YOUR GOAL:
Check every line of the entries below for the word "with", and copy the ones that have it.

DATA UNDER STUDY:
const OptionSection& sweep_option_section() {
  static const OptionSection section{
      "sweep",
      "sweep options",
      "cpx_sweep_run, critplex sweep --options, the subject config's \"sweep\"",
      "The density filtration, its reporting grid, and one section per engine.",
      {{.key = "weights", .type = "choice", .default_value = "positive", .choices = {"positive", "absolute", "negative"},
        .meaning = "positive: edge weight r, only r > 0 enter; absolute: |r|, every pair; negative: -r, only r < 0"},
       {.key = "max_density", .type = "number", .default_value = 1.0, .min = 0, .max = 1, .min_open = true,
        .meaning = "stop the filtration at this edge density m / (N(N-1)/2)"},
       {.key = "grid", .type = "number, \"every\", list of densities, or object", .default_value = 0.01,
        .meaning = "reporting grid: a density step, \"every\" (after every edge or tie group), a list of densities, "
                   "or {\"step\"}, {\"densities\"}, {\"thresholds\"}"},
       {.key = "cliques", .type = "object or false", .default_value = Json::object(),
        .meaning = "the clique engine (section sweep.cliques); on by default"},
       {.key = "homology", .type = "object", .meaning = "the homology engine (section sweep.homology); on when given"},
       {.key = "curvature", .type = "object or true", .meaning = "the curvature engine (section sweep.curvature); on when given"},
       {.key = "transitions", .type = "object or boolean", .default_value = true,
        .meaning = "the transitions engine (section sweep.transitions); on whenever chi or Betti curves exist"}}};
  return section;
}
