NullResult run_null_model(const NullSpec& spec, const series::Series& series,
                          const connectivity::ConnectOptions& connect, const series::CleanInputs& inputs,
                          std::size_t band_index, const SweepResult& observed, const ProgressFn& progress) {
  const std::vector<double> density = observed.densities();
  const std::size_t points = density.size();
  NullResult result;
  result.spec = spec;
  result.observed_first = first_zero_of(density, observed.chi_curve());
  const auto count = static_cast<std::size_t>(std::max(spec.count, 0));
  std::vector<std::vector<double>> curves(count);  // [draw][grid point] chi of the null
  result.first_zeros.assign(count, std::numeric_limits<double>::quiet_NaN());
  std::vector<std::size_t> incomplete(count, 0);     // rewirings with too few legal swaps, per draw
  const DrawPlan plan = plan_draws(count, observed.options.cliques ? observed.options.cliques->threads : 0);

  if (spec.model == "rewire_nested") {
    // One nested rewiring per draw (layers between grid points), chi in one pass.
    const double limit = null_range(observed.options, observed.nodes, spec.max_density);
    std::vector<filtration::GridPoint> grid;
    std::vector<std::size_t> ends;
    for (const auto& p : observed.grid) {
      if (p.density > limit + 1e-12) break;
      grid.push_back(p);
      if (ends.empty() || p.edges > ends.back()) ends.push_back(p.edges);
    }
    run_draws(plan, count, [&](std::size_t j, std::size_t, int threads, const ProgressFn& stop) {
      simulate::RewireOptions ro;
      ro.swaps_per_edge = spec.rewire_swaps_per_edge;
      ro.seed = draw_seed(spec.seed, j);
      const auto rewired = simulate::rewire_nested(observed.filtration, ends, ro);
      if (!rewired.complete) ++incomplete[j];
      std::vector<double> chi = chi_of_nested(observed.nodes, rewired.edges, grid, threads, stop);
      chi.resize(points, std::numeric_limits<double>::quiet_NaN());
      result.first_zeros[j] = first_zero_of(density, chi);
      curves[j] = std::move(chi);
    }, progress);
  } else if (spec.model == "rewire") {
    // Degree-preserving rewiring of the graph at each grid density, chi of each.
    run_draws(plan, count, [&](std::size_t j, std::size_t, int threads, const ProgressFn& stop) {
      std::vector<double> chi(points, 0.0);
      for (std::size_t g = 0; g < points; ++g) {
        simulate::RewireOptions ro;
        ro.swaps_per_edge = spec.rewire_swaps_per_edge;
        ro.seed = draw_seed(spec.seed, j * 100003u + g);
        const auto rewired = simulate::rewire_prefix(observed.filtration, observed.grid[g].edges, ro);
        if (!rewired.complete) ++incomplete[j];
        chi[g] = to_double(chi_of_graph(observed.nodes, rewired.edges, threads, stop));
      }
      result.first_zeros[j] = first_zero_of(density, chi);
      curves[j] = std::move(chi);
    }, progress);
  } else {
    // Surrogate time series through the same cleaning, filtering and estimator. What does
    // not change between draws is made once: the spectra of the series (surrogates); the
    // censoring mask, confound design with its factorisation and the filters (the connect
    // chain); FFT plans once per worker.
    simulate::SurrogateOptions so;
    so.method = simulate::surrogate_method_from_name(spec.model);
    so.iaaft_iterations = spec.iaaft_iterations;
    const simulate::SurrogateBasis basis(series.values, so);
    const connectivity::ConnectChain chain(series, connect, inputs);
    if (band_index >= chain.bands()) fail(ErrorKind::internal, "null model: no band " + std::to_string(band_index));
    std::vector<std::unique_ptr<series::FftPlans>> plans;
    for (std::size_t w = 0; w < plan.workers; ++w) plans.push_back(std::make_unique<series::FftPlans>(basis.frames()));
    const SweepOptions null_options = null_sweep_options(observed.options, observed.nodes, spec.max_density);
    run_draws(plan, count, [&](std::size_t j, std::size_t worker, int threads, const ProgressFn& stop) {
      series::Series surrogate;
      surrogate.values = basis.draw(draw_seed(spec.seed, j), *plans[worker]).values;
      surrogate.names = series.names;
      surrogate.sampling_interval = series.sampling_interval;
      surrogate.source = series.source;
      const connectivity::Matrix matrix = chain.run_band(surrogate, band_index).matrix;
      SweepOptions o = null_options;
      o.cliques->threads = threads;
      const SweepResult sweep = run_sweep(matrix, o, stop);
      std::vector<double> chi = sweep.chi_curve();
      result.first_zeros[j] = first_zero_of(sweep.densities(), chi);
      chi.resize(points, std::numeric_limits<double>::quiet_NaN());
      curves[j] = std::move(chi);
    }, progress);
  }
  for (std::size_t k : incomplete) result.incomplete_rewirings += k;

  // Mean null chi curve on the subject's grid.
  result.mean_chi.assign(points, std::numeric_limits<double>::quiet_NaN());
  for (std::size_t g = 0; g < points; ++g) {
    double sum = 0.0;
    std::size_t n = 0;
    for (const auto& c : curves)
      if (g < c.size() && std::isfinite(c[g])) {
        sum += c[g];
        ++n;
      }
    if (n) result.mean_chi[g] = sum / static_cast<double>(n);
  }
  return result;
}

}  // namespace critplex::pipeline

TASK SOLUTION:
  std::vector<std::size_t> incomplete(count, 0);     // rewirings with too few legal swaps, per draw
    // censoring mask, confound design with its factorisation and the filters (the connect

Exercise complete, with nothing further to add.